Re: [Development] Black Desert Emulator

Good luck for this project !!

 

[AzumaR2]

Re: [Development] Black Desert Emulator

C++ Emulator Day 6. Made the token generation like on official server, couldn't decrypt the packet on the server YET,
this might be because of incorrect use of Rajndael, it's kind of complicated to use it. Tomorrow I will figure it out

Damn you are good :O I will stay there and watch your project ...

 

[SGA]

Re: [Development] Black Desert Emulator

Hello,

I'm interested in this project.
I believe ragezone must create a section for this game.

I am unable to code VC++ but feel free to ask anything related to MySQL/MSSQL and PHP a decent ASP.
I also have 8 years of experience with Windows Server.
Currently working as a network manager in Datacenter.

IDK if you think I can be usefull with something, I'm here.

Thank you

 

[InCube]

Re: [Development] Black Desert Emulator

Hello,

I'm interested in this project.
I believe ragezone must create a section for this game.

I am unable to code VC++ but feel free to ask anything related to MySQL/MSSQL and PHP a decent ASP.
I also have 8 years of experience with Windows Server.
Currently working as a network manager in Datacenter.

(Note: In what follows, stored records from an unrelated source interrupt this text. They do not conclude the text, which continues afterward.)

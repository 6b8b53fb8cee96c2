import { notFound } from '$lib/server/errors';
import { readFit } from '$lib/server/fits/read-fit';
import { requireActor } from '$lib/server/hooks/actor';
import { page } from '$lib/server/http';
import type { PageServerLoadEvent } from './$types';

const MOST = 6;

export const load = page(async (event: PageServerLoadEvent) => {
	const actor = requireActor(event);
	const ids = [...new Set(event.url.searchParams.getAll('fits'))].slice(0, MOST);
	const fits = await Promise.all(ids.map((id) => readFit(actor, id)));
	if (fits.some((fit) => fit.studyId !== event.params.study)) throw notFound('fit of this study');
	return { fits: fits.filter((fit) => fit.report !== null) };
});
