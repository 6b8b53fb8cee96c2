/** Letters that a header may carry as they are; the full name follows in the form of RFC 6266. */
const plain = (name: string): string => name.replace(/[^\w .()+-]/g, '_');

/**
 * A file to be saved, never shown in the browser: sheets come from outside and are handed on as opaque bytes.
 * `digest` is the SHA-256 in hexadecimal.
 */
export function attachment(
	bytes: Uint8Array,
	fileName: string,
	options: { mediaType?: string; digest?: string } = {}
): Response {
	const headers: Record<string, string> = {
		'content-type': options.mediaType ?? 'application/octet-stream',
		'content-length': String(bytes.length),
		'content-disposition': `attachment; filename="${plain(fileName)}"; filename*=UTF-8''${encodeURIComponent(fileName)}`,
		'cache-control': 'no-store'
	};
	if (options.digest)
		headers['repr-digest'] = `sha-256=:${Buffer.from(options.digest, 'hex').toString('base64')}:`;
	return new Response(new Uint8Array(bytes), { headers });
}
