import { promisify } from 'node:util';
import { constants, gzip } from 'node:zlib';

const compress = promisify(gzip);
/** Below this, packing takes longer than it saves. */
const SMALL = 32_768;

const takesGzip = (request: Request): boolean =>
	/\bgzip\b/.test(request.headers.get('accept-encoding') ?? '');

/** JSON that is text already, packed on its way where it is large: off the thread that serves the others. */
export async function jsonText(request: Request, text: string): Promise<Response> {
	const headers: Record<string, string> = {
		'content-type': 'application/json',
		'cache-control': 'no-store',
		vary: 'accept-encoding'
	};
	if (text.length < SMALL || !takesGzip(request)) return new Response(text, { headers });
	// The quickest level: on a fast network the wait for a better one would be longer than what it saves.
	const packed = await compress(text, { level: constants.Z_BEST_SPEED });
	return new Response(new Uint8Array(packed), { headers: { ...headers, 'content-encoding': 'gzip' } });
}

IDK if you think I can be usefull with something, I'm here.

Thank you

I will see. But for now, there's nothing to do until I finish most of the things.



@DNC
I have just bypassed the "PIN" lockup and sent a server-list straight. Works wonders )
I will now parse the server-list and put there custom things and will see how it goes.

Just reversed the "Server list" packet, guess wut?

You will not be able to write English name, unless you use English patch.
Oh well, gonna do GameServer tomorrow.

 

[master_unknown]

Re: [Development] Black Desert Emulator

I hope people will not be greedy duck and steal your project then go dark.